Berdasarkan perjanjian kerja waktu tertentu, dan buruh-buruhnya disebut sebagai pekerja kontrak yang rentan tidak mendapatkan jamsostek. Jamsostek merupakan hak setiap pekerja baik pekerja tetap meupun pekerja kontrak. Jika ada pengusaha yang oleh Undang-Undang menetapkan wajib untuk menyertakan para pekerjanya dalam program jamsostek, namun pengusaha tersebut tidak

lxi

mengikutsertakan pekerjanya maka hal tersebut dianggap kejahatan oleh Undang- Undang. Hal ini ditunjukkan dengan adanya sanksi pidana dan sanksi administratif bagi perusahaan yang tidak mengikutsertakan pekerjanya pada program jamsostek. Sanksi pidananya yang dapat dikenakan atas pelanggaran terhadap ketentuan Jamsostek yaitu :

a. Pidana kurungan paling lama 6 bulan b. Denda paling tinggi Rp.50 juta

Sedangkan sanksi administratif yang dapat dijatuhkan pada perusahaan yang tidak mendaftarkan pekerjanya untuk ikut program jamsostek adalah berupa pencabutan izin usaha.

Jadi walaupun buruh di CV ini adalah pekerja kontrak, mereka tetap berhak diikutsertakan dalam program jamsostek. Ini merupakan koreksi pemerintah, karena masih bayak terdapat pelanggaran terhadap ketentuan Undang-undang Ketenagakerjaan yang masih tetap terjadi.

5. Perlindungan waktu kerja

CV ini memiliki hari kerja dan jam kerja normal yang diatur untuk ketentuan 6 (enam) hari kerja dalam 1 (satu) Minggu adalah sebagai berikut : a. Senin sampai Kamis : 08.00 – 16.00 WIB , istirahat : 12.00 – 13.00 WIB. b. Jumat : 08.00 – 16.30 WIB , istirahat : 11.30 – 13.00 WIB.

c. Sabtu : 08.00 – 13.00 WIB.

Perlindungan jam kerja pada CV Trias Adhicitra sesuai dengan Undang- Undang Ketenagakerjaan berdasar jam dan hari kerja normal, serta istirahat yang cukup telah diberikan perusahaan yaitu 60 menit (1 jam). Dan pada hari Jumat ada kelonggaran bagi para pekerja bila akan melaksanakan ibadah sholat Jumat yaitu istirahat pada pukul 11.30 – 13.00 WIB. Tidak terdapat pembedaan syarat

penerimaan kerja yang sama nilainya antara buruh laki-laki dan perempuan. Para buruh CV ini merupakan orang-orang lama yang juga pernah bekerja pada pabrik lama di bidang paper cones yang telah tutup. Pekerjaan di CV ini terbilang pekerjaan ringan jadi mesin-mesin ditangani baik oleh buruh laki-laki maupun buruh perempuan.

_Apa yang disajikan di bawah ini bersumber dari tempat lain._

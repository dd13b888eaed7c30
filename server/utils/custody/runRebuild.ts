import { openDatabase, type Database } from '../database/database'
import { isFileHeld, holdDatabaseFile } from '../database/singleServer'
import { cacheShape, keepShape, storedShape } from './cacheShape'
import { rebuildCaches } from './rebuild'

/**
 * `npm run rebuild`: makes the caches again and says what it did. A server may go on reading and recording meanwhile,
 * where it is of the same version.
 */
export async function runRebuild(url: string, migrations: string): Promise<void> {
  const db = await openDatabase(url, process.env.DATABASE_AUTH_TOKEN)
  const isServed = db.file !== null && await isFileHeld(db.file)
  if (isServed) await insistOnSameShape(db)
  else {
    if (db.file) await holdDatabaseFile(db.file)
    await db.migrate(migrations)
  }
  const done = await rebuildCaches(db, Date.now())
  await keepShape(db, cacheShape())
  console.log(`Rebuilt ${done.cylinders} cylinders from ${done.events} events${isServed ? ', while the server went on' : ''}.`)
  db.close()
}

// The server would not understand what another version wrote under it.
async function insistOnSameShape(db: Database): Promise<void> {
  if (await storedShape(db) !== cacheShape()) throw new Error('The server that runs on this database is of another version. Stop it first; a start of the new one makes the caches again by itself.')
}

Perlindungan jam kerja pada CV Trias Adhicitra ini sesuai dengan Undang-undang Ketenagakerjaan berdasar jam dan hari kerja normal, serta istirahat yang cukup telah diberikan perusahaan yaitu 60 menit (1 jam). Dan pada hari Jumat ada kelonggaran bagi para pekerja bila akan melaksanakan ibadah sholat Jumat yaitu istirahat pada pukul 11.30 – 13.00 WIB. Perusahaan memberikan izin waktu secukupnya bagi karyawan untuk melaksanakan ibadah yang diwajibkan agamanya.

Namun mengenai jam kerja pada hari Sabtu mulai pukul 08.00-13.00 WIB di mana para buruh bekerja 5 jam berturut-turut tanpa istirahat dikarenakan tidak ada jarak waktu minimal 30 (tiga puluh) menit untuk istirahat. Hal yang terjadi demikian ini melanggar Pasal 79 ayat (2) huruf (a) Undang-undang No.13 Tahun 2003, yang menyatakan istirahat antara jam kerja, sekurang-kurangnya 30 menit setelah bekerja selama 4 jam terus-menerus dan waktu istirahat tersebut tidak termasuk jam kerja.